[Stored data]
—————

package chem

import "fmt"

// skin classifies skin corrosion and irritation by the sum of shares over their
// limits (CLP Annex I 3.2.3.3, Table 3.2.3; with specific limits Σ C/L ≥ 1):
// the limit is the ingredient's own or, without one, 5 % for corrosion, and 1 %
// (a corrosive) or 10 % (an irritant) for irritation. Sub-categories are found
// by running sums. A corrosive of extreme pH without specific limits doesn't
// add but counts from 1 % on (Table 3.2.4).
func (m *mixture) skin() {
	m.extremePH()
	for _, level := range []struct{ category, rule string }{{"1A", "SK-007"}, {"1B", "SK-008"}, {"1C", "SK-009"}, {"1", "SK-003"}} {
		sum := 0.0
		for _, p := range m.parts {
			if share, limit, ok := p.corrosion(level.category); ok {
				sum += share / limit
			}
		}
		if sum == 0 {
			continue
		}
		if atLeast(sum, 1) {
			m.reason(Reason{Class: "Skin Corr. " + level.category, Rule: level.rule, Value: sum, Limit: 1, Unit: "sum C/L"})
			m.giveCorrosion(level.category)
			return
		}
		m.reason(Reason{Class: "not Skin Corr. " + level.category, Rule: level.rule, Value: sum, Limit: 1, Unit: "sum C/L"})
	}
	if !m.has("Skin Corr.", "") {
		m.skinIrritation()
	}
}

// giveCorrosion lets a sub-category stand in for the bare category that an
// extreme pH gives.
func (m *mixture) giveCorrosion(category string) {
	for i, c := range m.classes {
		if c.Name == "Skin Corr." {
			if c.Category == "1" {
				m.classes[i].Category = category
			}
			return
		}
	}
	m.give(HazardClass{Name: "Skin Corr.", Category: category, Code: "H314"})
}

func (m *mixture) skinIrritation() {
	weight := ruleLimit("SK-006")
	sum := 0.0
	for _, p := range m.parts {
		if share, limit, ok := p.irritation(); ok {
			sum += weight * share / limit
		}
	}
	if sum == 0 {
		return
	}
	if !atLeast(sum, weight) {
		m.reason(Reason{Class: "not Skin Irrit. 2", Rule: "SK-006", Value: sum, Limit: weight, Unit: "% weighted"})
		return
	}
	m.reason(Reason{Class: "Skin Irrit. 2", Rule: "SK-006", Value: sum, Limit: weight, Unit: "% weighted"})
	m.give(HazardClass{Name: "Skin Irrit.", Category: "2", Code: "H315"})
}

// corrosion returns the share of an ingredient that counts for a level of
// corrosion, and the limit it is divided by.
func (p mixPart) corrosion(level string) (share, limit float64, ok bool) {
	if limits := p.limitsOf("Skin Corr.", "Skin Irrit."); len(limits) > 0 {
		low, found := lowest(limits, func(l specificLimit) bool { return l.Name == "Skin Corr." && countsFor(l.Category, level) })
		return p.limited, low, found && low > 0
	}
	c, found := p.class("Skin Corr.")
	if !found || !countsFor(c.Category, level) || p.extreme() || !atLeast(p.percent, ruleLimit("SK-001")) {
		return 0, 0, false
	}
	return p.percent, ruleLimit("SK-003"), true
}

// countsFor reports whether a category counts in the running sum of a level:
// 1A alone in that of 1A, 1A and 1B in that of 1B, and all in that of 1.
func countsFor(category, level string) bool {
	switch level {
	case "1A":
		return category == "1A"
	case "1B":
		return category == "1A" || category == "1B"
	case "1C":
		return category != "1"
	}
	return true
}

func (p mixPart) irritation() (share, limit float64, ok bool) {
	if limits := p.limitsOf("Skin Corr.", "Skin Irrit."); len(limits) > 0 {
		low, found := lowest(limits, func(specificLimit) bool { return true })
		return p.limited, low, found && low > 0
	}
	if !atLeast(p.percent, ruleLimit("SK-001")) {
		return 0, 0, false
	}
	if _, found := p.class("Skin Corr."); found {
		return p.percent, ruleLimit("SK-004"), true
	}
	if c, found := p.class("Skin Irrit."); found && c.Category == "2" {
		return p.percent, ruleLimit("SK-005"), true
	}
	return 0, 0, false
}

// extreme reports a pH at which corrosion doesn't add (CLP Annex I 3.2.3.3.4).
// Specific limits, where an ingredient has them, go first.
func (p mixPart) extreme() bool {
	return p.HasPH && extremePH(p.PH) && len(p.limitsOf("Skin Corr.", "Skin Irrit.")) == 0
}

// extremePH is the range of CLP Annex I 3.2.3.1.2: at most 2, or at least 11.5.
func extremePH(pH float64) bool { return pH <= 2 || pH >= 11.5 }

// extremePH classifies by the pH of the whole, and by single ingredients of
// extreme pH at 1 % or more.
func (m *mixture) extremePH() {
	if m.options.HasPH && extremePH(m.options.PH) {
		m.reason(Reason{Class: "Skin Corr. 1", Rule: "SK-002", Value: m.options.PH, Unit: "pH"})
		m.give(HazardClass{Name: "Skin Corr.", Category: "1", Code: "H314"})
		m.give(HazardClass{Name: "Eye Dam.", Category: "1", Code: "H318"})
	}
	for _, p := range m.parts {
		_, corrosive := p.class("Skin Corr.")
		if !corrosive || !p.extreme() || !atLeast(p.percent, ruleLimit("SK-010")) {
			continue
		}
		rule := "SK-010"
		if p.PH > 7 {
			rule = "SK-011"
		}
		m.reason(Reason{Class: "Skin Corr. 1", Rule: rule, Value: p.percent, Limit: ruleLimit(rule), Unit: "%", Who: fmt.Sprintf("%s of pH %.1f, whose corrosion does not add,", p.Name, p.PH)})
		m.give(HazardClass{Name: "Skin Corr.", Category: "1", Code: "H314"})
	}
}

// eye classifies eye damage and irritation in the same way (CLP Annex I 3.3.3,
// Table 3.3.3): 3 % for damage, 1 % and 10 % for irritation. A mixture that is
// corrosive to skin is Eye Dam. 1 without more (3.3.2).
func (m *mixture) eye() {
	if m.has("Skin Corr.", "") {
		m.reason(Reason{Class: "Eye Dam. 1", Rule: "EY-011"})
		m.give(HazardClass{Name: "Eye Dam.", Category: "1", Code: "H318"})
		return
	}
	damage, irritation, weight := 0.0, 0.0, ruleLimit("EY-006")
	for _, p := range m.parts {
		if share, limit, ok := p.eyeDamage(); ok {
			damage += share / limit
		}
		if share, limit, ok := p.eyeIrritation(); ok {
			irritation += weight * share / limit
		}
	}
	switch {
	case atLeast(damage, 1):
		m.reason(Reason{Class: "Eye Dam. 1", Rule: "EY-003", Value: damage, Limit: 1, Unit: "sum C/L"})
		m.give(HazardClass{Name: "Eye Dam.", Category: "1", Code: "H318"})
	case atLeast(irritation, weight):
		m.reason(Reason{Class: "Eye Irrit. 2", Rule: "EY-006", Value: irritation, Limit: weight, Unit: "% weighted"})
		m.give(HazardClass{Name: "Eye Irrit.", Category: "2", Code: "H319"})
	}
}

// eyeDamage takes the ingredient's own limit for eye damage, else the one for
// skin corrosion if it has limits for eye irritation below that, else 3 %.
func (p mixPart) eyeDamage() (share, limit float64, ok bool) {
	if low, found := lowest(p.limitsOf("Eye Dam."), func(specificLimit) bool { return true }); found {
		return p.limited, low, low > 0
	}
	if len(p.limitsOf("Eye Irrit.")) > 0 {
		low, found := lowest(p.limitsOf("Skin Corr."), func(specificLimit) bool { return true })
		if found {
			return p.limited, low, low > 0
		}
	}
	_, corrosive := p.class("Skin Corr.")
	_, damaging := p.class("Eye Dam.")
	if !corrosive && !damaging || !atLeast(p.percent, ruleLimit("EY-001")) {
		return 0, 0, false
	}
	return p.percent, ruleLimit("EY-003"), true
}

func (p mixPart) eyeIrritation() (share, limit float64, ok bool) {
	if limits := p.limitsOf("Eye Dam.", "Eye Irrit."); len(limits) > 0 {
		low, _ := lowest(limits, func(specificLimit) bool { return true })
		return p.limited, low, low > 0
	}
	if !atLeast(p.percent, ruleLimit("EY-001")) {
		return 0, 0, false
	}
	_, corrosive := p.class("Skin Corr.")
	_, damaging := p.class("Eye Dam.")
	if corrosive || damaging {
		return p.percent, ruleLimit("EY-004"), true
	}
	if c, found := p.class("Eye Irrit."); found && c.Category[:1] == "2" {
		return p.percent, ruleLimit("EY-005"), true
	}
	return 0, 0, false
}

—————

* TASK DESCRIPTION
Among the entries above, the lines between the ones containing "func countsFor(category, level" and "if m.options.HasPH &&", inclusive, are to be transcribed exactly. No other line is to be given.

* RESPONSE
func countsFor(category, level string) bool {
	switch level {
	case "1A":
		return category == "1A"
	case "1B":
		return category == "1A" || category == "1B"
	case "1C":
		return category != "1"
	}
	return true
}

func (p mixPart) irritation() (share, limit float64, ok bool) {
	if limits := p.limitsOf("Skin Corr.", "Skin Irrit."); len(limits) > 0 {
		low, found := lowest(limits, func(specificLimit) bool { return true })
		return p.limited, low, found && low > 0
	}
	if !atLeast(p.percent, ruleLimit("SK-001")) {
		return 0, 0, false
	}
	if _, found := p.class("Skin Corr."); found {
		return p.percent, ruleLimit("SK-004"), true
	}
	if c, found := p.class("Skin Irrit."); found && c.Category == "2" {
		return p.percent, ruleLimit("SK-005"), true
	}
	return 0, 0, false
}

// extreme reports a pH at which corrosion doesn't add (CLP Annex I 3.2.3.3.4).
// Specific limits, where an ingredient has them, go first.
func (p mixPart) extreme() bool {
	return p.HasPH && extremePH(p.PH) && len(p.limitsOf("Skin Corr.", "Skin Irrit.")) == 0
}

// extremePH is the range of CLP Annex I 3.2.3.1.2: at most 2, or at least 11.5.
func extremePH(pH float64) bool { return pH <= 2 || pH >= 11.5 }

// extremePH classifies by the pH of the whole, and by single ingredients of
// extreme pH at 1 % or more.
func (m *mixture) extremePH() {
	if m.options.HasPH && extremePH(m.options.PH) {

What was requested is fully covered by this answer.